Davis also stressed the importance of hiring from minority populations and stressed the industry must not think of hiring from this talent pool as optional.

“Think about where you’re placing your ads, what your wording implies about your company culture, and ways that you can invite this talent pool in and make them feel welcome. Doing what you have always done has not accomplished this as an industry. Be intentional and start small if you’re overwhelmed by the prospect of making changes in this area,” she said.

Davis also stressed manufacturing needs to find more effective ways to invite women into the industry as they comprise half of the population, and that with over a quarter of a million service members leaving their branches annually, veterans are another underserved talent pool.

She also said while immigration is a short-term solution, it may not work in the long-term.

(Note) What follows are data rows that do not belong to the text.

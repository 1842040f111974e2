// createTidemark(): the middleware. One turn = read (embed the query, load the session, attend over
// its slots, search the archive on a miss) -> the bot's handler with ctx.memory -> the reply passed
// through untouched -> after the end, write (extract, gate, address, commit atomically). Memory
// failures never break the reply: the handler runs degraded and failed writes wait in an outbox.

import { createHmac, randomBytes, randomUUID } from 'node:crypto';
import { EventEmitter } from 'eventemitter3';
import { EmbeddingCache, embedCached } from '../embed/cache.js';
import type { Embedder } from '../embed/embedder.js';
import { HashingEmbedder } from '../embed/hashing.js';
import {
  ConfigError,
  EmbedderError,
  ErrorCodes,
  InputError,
  StoreError,
  TidemarkError,
  describeValue,
  isTidemarkError,
} from '../errors.js';
import { attend, nextQuery, queryTerms, textStats, type AttentionResult } from '../memory/attention.js';
import { bm25Scores, docStats } from '../memory/bm25.js';
import { decayed } from '../memory/decay.js';
import { RuleExtractor, type Extractor } from '../memory/extract.js';
import { resolveMemoryParams, type MemoryParams, type MemoryParamsInput } from '../memory/params.js';
import { PROMPT_DEFAULTS, renderPrompt, type PromptOptions } from '../memory/prompt.js';
import { SlotTable } from '../memory/slots.js';
import { archiveItemOf, planWrite, type Eviction, type KeyedCandidate, type WritePlan } from '../memory/write.js';
import { MemoryStore, scopeOf } from '../store/memory.js';
import type { CommitRequest, EraseReport, SessionSnapshot, SlotOp, Store } from '../store/store.js';
import type { ArchiveHit, ArchiveItem, MemoryContext, ReadTrace, RecallItem, SessionRef, SlotRecord, StoredEvent, TurnInput } from '../types.js';
import { RetentionTracker, retentionSnapshot, type RetentionSnapshot } from '../metrics/retention.js';
import type { TidemarkEvents } from './events.js';
import { isAsyncIterable, isReadableStream, passIterable, passReadable, type Reply, type ReplyEnd } from './stream.js';
import { checkId, validateTurn, type Turn } from './validate.js';

export interface OutboxOptions {
  /** Pending writes held at most; past it new writes are refused with an `outbox` overflow event. @default 10000 */
  max?: number;
  /** First retry delay in ms; doubles per failed attempt up to `maxRetryMs`. @default 250 */
  retryMs?: number;
  /** @default 10000 */
  maxRetryMs?: number;
  /** Sessions drained at once after an outage (each session's writes stay in order). @default 16 */
  concurrency?: number;
}

export interface TidemarkOptions extends MemoryParamsInput {
  /** Where sessions live. @default new MemoryStore() */
  store?: Store;
  /** @default new HashingEmbedder({ dim: 384 }) */
  embedder?: Embedder;
  /** @default new RuleExtractor() */
  extractor?: Extractor;
  /** Tenant of turns that name none. @default 'default' */
  tenant?: string;
  /** Prompt block settings. */
  prompt?: Partial<PromptOptions>;
  /** Largest turn text in UTF-8 bytes. @default 32768 */
  maxTextBytes?: number;
  /** Cut oversized text instead of rejecting it. @default false */
  truncate?: boolean;
  /** Also extract candidates from the assistant's replies. @default false */
  writeReplies?: boolean;
  /** What an aborted reply writes: the user turn, nothing, or the user turn and the partial reply. @default 'user' */
  onAbort?: 'user' | 'none' | 'all';
  /** A read that takes longer (store, or waiting for the session's previous write) runs degraded. @default 1000 */
  readTimeoutMs?: number;
  /** Reload-and-redo attempts after a version conflict (with randomised backoff). @default 16 */
  commitRetries?: number;
  outbox?: OutboxOptions;
  /** Embeddings cached (LRU entries). @default 10000 */
  embedCacheSize?: number;
  /**
   * Move archive items a read used (an archive hit with at least `reinforceMinWeight`) back into a
   * slot at the next write, and out of the archive. @default true
   */
  promote?: boolean;
  /** In wrap(), slots recalled with at least this attention weight count as used and are reinforced. @default 0.1 */
  reinforceMinWeight?: number;
  /**
   * How much of the value's embedding goes into a slot's stored vector: normalize(key + mix * value).
   * 0 stores the topic alone; 0.5 lets a read match a value's meaning ("degreaser") while a
   * same-topic write still addresses the slot (cosine 0.89 > the 0.8 overwrite threshold). @default 0.5
   */
  valueMix?: number;
  /** Key for hashing session ids in events and metrics; random per process when unset. */
  secret?: string;
}

export const TIDEMARK_DEFAULTS: {
  tenant: string;
  maxTextBytes: number;
  truncate: boolean;
  writeReplies: boolean;
  onAbort: 'user' | 'none' | 'all';
  readTimeoutMs: number;
  commitRetries: number;
  outbox: Required<OutboxOptions>;
  embedCacheSize: number;
  reinforceMinWeight: number;
  valueMix: number;
  promote: boolean;
} = {
  tenant: 'default',
  maxTextBytes: 32 * 1024,
  truncate: false,
  writeReplies: false,
  onAbort: 'user',
  readTimeoutMs: 1000,
  commitRetries: 16,
  outbox: { max: 10_000, retryMs: 250, maxRetryMs: 10_000, concurrency: 16 },
  embedCacheSize: 10_000,
  reinforceMinWeight: 0.1,
  valueMix: 0.5,
  promote: true,
};

/** What a wrapped handler receives besides its input. */
export interface WrapContext {
  memory: MemoryContext;
  signal?: AbortSignal;
}

/** The input of a wrapped handler: a turn plus anything the bot passes along. */
export type WrapInput = TurnInput & Record<string, unknown>;

export interface WriteOptions {
  /** Revision ids of slots the turn's read used; they are reinforced. */
  reinforce?: readonly string[];
  /** Ids of archive items the turn's read returned and used; they move back into slots. */
  promote?: readonly string[];
}

/** What one write did. */
export interface WriteReport {
  allocated: number;
  overwritten: number;
  reinforced: number;
  gatedOut: number;
  evicted: number;
  /** False when the store was unreachable and the write is waiting in the outbox. */
  committed: boolean;
  version: number;
  /** Turn ids assigned, in input order. */
  turns: string[];
}

/** A slot as `inspect()` shows it. */
export interface SlotView {
  index: number;
  id: string;
  key: string;
  value: string;
  provenance: string[];
  /** Strength decayed to now. */
  strength: number;
  halfLife: number;
  pinned: boolean;
  reads: number;
  /** Age in clock units. */
  age: number;
  createdMs: number;
  updatedMs: number;
}

export interface SessionView {
  tenant: string;
  session: string;
  sessionHash: string;
  version: number;
  clock: number;
  turns: number;
  capacity: number;
  dim: number;
  slots: SlotView[];
  archive: Array<Omit<ArchiveItem, 'key'>>;
  events: StoredEvent[];
}

interface OutboxEntry {
  key: string;
  /** Same id on every retry, so a commit applied before its reply was lost is not applied twice. */
  commitId: string;
  ref: SessionRef;
  turns: Turn[];
  reinforce: string[];
  attempts: number;
}

/** Microseconds since an origin from performance.now(). */
const usSince = (t0: number): number => (performance.now() - t0) * 1000;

“Birth rates in many of the countries we get immigrant workers from are slowing, and unemployment is low. The onset of COVID-19 and advancement of restrictive immigration policies resulted in a sudden drop in our immigration numbers,” Davis said.

Industry also hasn’t adequately prepared for a wave of retirements that “many of us knew was coming,” she said.

The uncertainties currently affecting the industry do have a positive aspect, she said.

“The combined forces of fewer people, more jobs, uncertain immigration and a high level of retirements created a perfect environment for changing how we look at recruiting. After all, as we have learned, doing what we have always done is not even getting us what we used to get,” Davis said.